This reasoning fixes upon the consideration ‘for’ which a ‘taxable supply’ was provided and identifies this by distilling from the arrangements between airline and customer the ‘essence and sole purpose’ of the transaction 5.

13

In this Court, Qantas relied upon this reasoning and claimed support for a ‘substantive approach’ to the legislation by analogy to the decision in Baltic Shipping Co v Dillon6. That litigation concerned an unsuccessful claim by a

passenger for return of that part of the fare she had paid which had not been refunded. The claim was for a total failure of consideration by the shipping company 7 when the ship sank after the eighth day of what was to be a 14 day cruise. Deane and Dawson JJ 8 approached the issue of total failure of consideration by asking ‘as a matter of substance’ what was the consideration promised by the shipping company. Baltic Shipping provides no analogy with situations in which the airline retains the fare in exercise of its entitlement to do so after the passenger does not board the flight; there has been no failure by the airline in its performance.
The legislation
14

The determination on this appeal of whether the process of abstraction by the Full Court is justified requires further attention to the operative provisions of the GST Act.
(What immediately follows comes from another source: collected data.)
// `polysift distance`: EMD and AMD distance between structures read from CIF files (invented cubic crystals).
// Expected values: in the simple cubic lattice of edge a every point has 6 neighbours at a, then 12 at a*sqrt(2)
// (shell counts: OEIS A005875). A one-point cell gives a one-row PDD, so the EMD between two such lattices is the
// L-infinity distance of the rows (definition of EMD, Rubner et al. IJCV 2000): for edges 3.0 and 3.1 Å it is
// 0.1 Å at k = 6 and 0.1*sqrt(2) Å at k = 18. A supercell describes the same crystal, so its PDD and the EMD to
// the primitive cell are unchanged ("Resolving the data ambiguity for periodic crystals", NeurIPS 2022).
import { spawnSync } from 'node:child_process';
import { mkdtempSync, writeFileSync } from 'node:fs';
import { tmpdir } from 'node:os';
import { join } from 'node:path';
import { describe, expect, it } from 'vitest';
import { distanceReport, formatDistanceText } from '../src/commands/distance.js';

function cubicBlock(name: string, a: number, sites: Array<[number, number, number]>, cellX = a): string {
  return [
    `data_${name}`,
    `_cell_length_a ${cellX}`,
    `_cell_length_b ${a}`,
    `_cell_length_c ${a}`,
    '_cell_angle_alpha 90',
    '_cell_angle_beta 90',
    '_cell_angle_gamma 90',
    'loop_',
    '_atom_site_label',
    '_atom_site_type_symbol',
    '_atom_site_fract_x',
    '_atom_site_fract_y',
    '_atom_site_fract_z',
    ...sites.map((s, i) => `Ar${i + 1} Ar ${s[0]} ${s[1]} ${s[2]}`),
    '',
  ].join('\n');
}

const dir = mkdtempSync(join(tmpdir(), 'polysift-distance-'));
const pairFile = join(dir, 'pair.cif');
writeFileSync(pairFile, cubicBlock('edge_3.0', 3, [[0, 0, 0]]) + cubicBlock('edge_3.1', 3.1, [[0, 0, 0]]));
const supercellFile = join(dir, 'supercell.cif');
writeFileSync(supercellFile, cubicBlock('edge_3.0_doubled', 3, [[0, 0, 0], [0.5, 0, 0]], 6));
const brokenFile = join(dir, 'broken.cif');
writeFileSync(brokenFile, 'data_no_sites\n_cell_length_a 5\n_cell_length_b 5\n_cell_length_c 5\n');

const cli = join(process.cwd(), 'src', 'cli.ts');
const tsx = join(process.cwd(), 'node_modules', '.bin', 'tsx');
const polysift = (args: string[]) => spawnSync(tsx, [cli, ...args], { encoding: 'utf8' });

describe('distance', () => {
  it('gives the L-infinity row distance for one-point cubic cells (shells of OEIS A005875)', async () => {
    const r6 = await distanceReport([pairFile], { k: 6, hydrogens: 'keep', threads: 1 });
    expect(r6.structures.map((s) => s.id)).toEqual(['edge_3.0', 'edge_3.1']);
    expect(r6.emdAngstrom[0][1]).toBeCloseTo(0.1, 9);
    expect(r6.amdDistanceAngstrom[0][1]).toBeCloseTo(0.1, 9);
    const r18 = await distanceReport([pairFile], { k: 18, hydrogens: 'keep', threads: 1 });
    expect(r18.emdAngstrom[0][1]).toBeCloseTo(0.1 * Math.SQRT2, 9);
    expect(r18.emdAngstrom[1][0]).toBe(r18.emdAngstrom[0][1]);
    expect(r18.emdAngstrom[0][0]).toBe(0);
  });

  it('gives the matrix for more structures, with a supercell at EMD 0 from its primitive cell', async () => {
    const r = await distanceReport([pairFile, supercellFile], { k: 18, hydrogens: 'keep', threads: 1 });
    expect(r.structures.map((s) => s.id)).toEqual(['edge_3.0', 'edge_3.1', 'edge_3.0_doubled']);
    expect(r.emdAngstrom[0][2]).toBeLessThan(1e-9);
    expect(r.emdAngstrom[1][2]).toBeCloseTo(0.1 * Math.SQRT2, 9);
    for (let i = 0; i < 3; i++) {
      for (let j = 0; j < 3; j++) {
        expect(r.emdAngstrom[i][j]).toBe(r.emdAngstrom[j][i]);
        expect(r.amdDistanceAngstrom[i][j]).toBeLessThanOrEqual(r.emdAngstrom[i][j] + 1e-12);
      }
    }
    const text = formatDistanceText(r);
    expect(text).toContain('EMD (Å), PDD depth k = 18');
    expect(text).toContain('[3] edge_3.0_doubled');
  });

  it('prints the pair from the command line, as text and as JSON, and lists an unusable block', () => {
    const t = polysift(['distance', pairFile, brokenFile, '-k', '18', '--threads', '1']);
    expect(t.status).toBe(0);
    expect(t.stdout).toContain('EMD            0.141421 Å');
    expect(t.stdout).toContain('AMD distance   0.141421 Å');
    expect(t.stdout).toMatch(/rejected: .*broken\.cif#no_sites, line 1: /);
    const j = polysift(['distance', pairFile, '--json', '-k', '6', '--threads', '1']);
    expect(j.status).toBe(0);
    const report = JSON.parse(j.stdout);
    expect(report.k).toBe(6);
    expect(report.emdAngstrom[0][1]).toBeCloseTo(0.1, 9);
  });

  it('refuses with one clear line when fewer than two structures can be used', () => {
    const r = polysift(['distance', supercellFile, brokenFile, '--threads', '1']);
    expect(r.status).toBe(1);
    expect(r.stderr).toMatch(/^polysift: distance needs at least two usable structures, found 1 in .*; rejected: .*no_sites/);
    expect(r.stderr.trim().split('\n')).toHaveLength(1);
    const bad = polysift(['distance', pairFile, '-k', 'ten']);
    expect(bad.status).toBe(1);
    expect(bad.stderr).toContain('-k must be a whole number');
  });
});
The appeal turns upon the construction and application of those provisions. In particular, in the phrase ‘the supply for consideration’ (emphasis added), which appears in the definition of ‘taxable supplies’ in s 9-5(a) and is set out below, the word ‘for’ is not used to adopt contractual principles. Rather, it requires a connection or relationship between the supply and the consideration.

15

Section 7-1 of the GST Act is identified as a ‘central provision’. It relevantly states that GST is payable ‘on *taxable supplies’. The use of the asterisk is a device to alert the reader to the presence of a definition in the Dictionary to the Act. Division 9 (ss 9-1 — 9-99) is headed ‘Taxable supplies’. Section 9-5 answers a question ‘What are taxable supplies?" by stating that ‘you’ make such a supply if:

  • ‘(a) you make the supply for *consideration; and

  • (b) the supply is made in the course or furtherance of an *enterprise that you *carry on; and

  • (c) the supply is *connected with Australia; and

  • (d) you are *registered, or *required to be registered.’

16

...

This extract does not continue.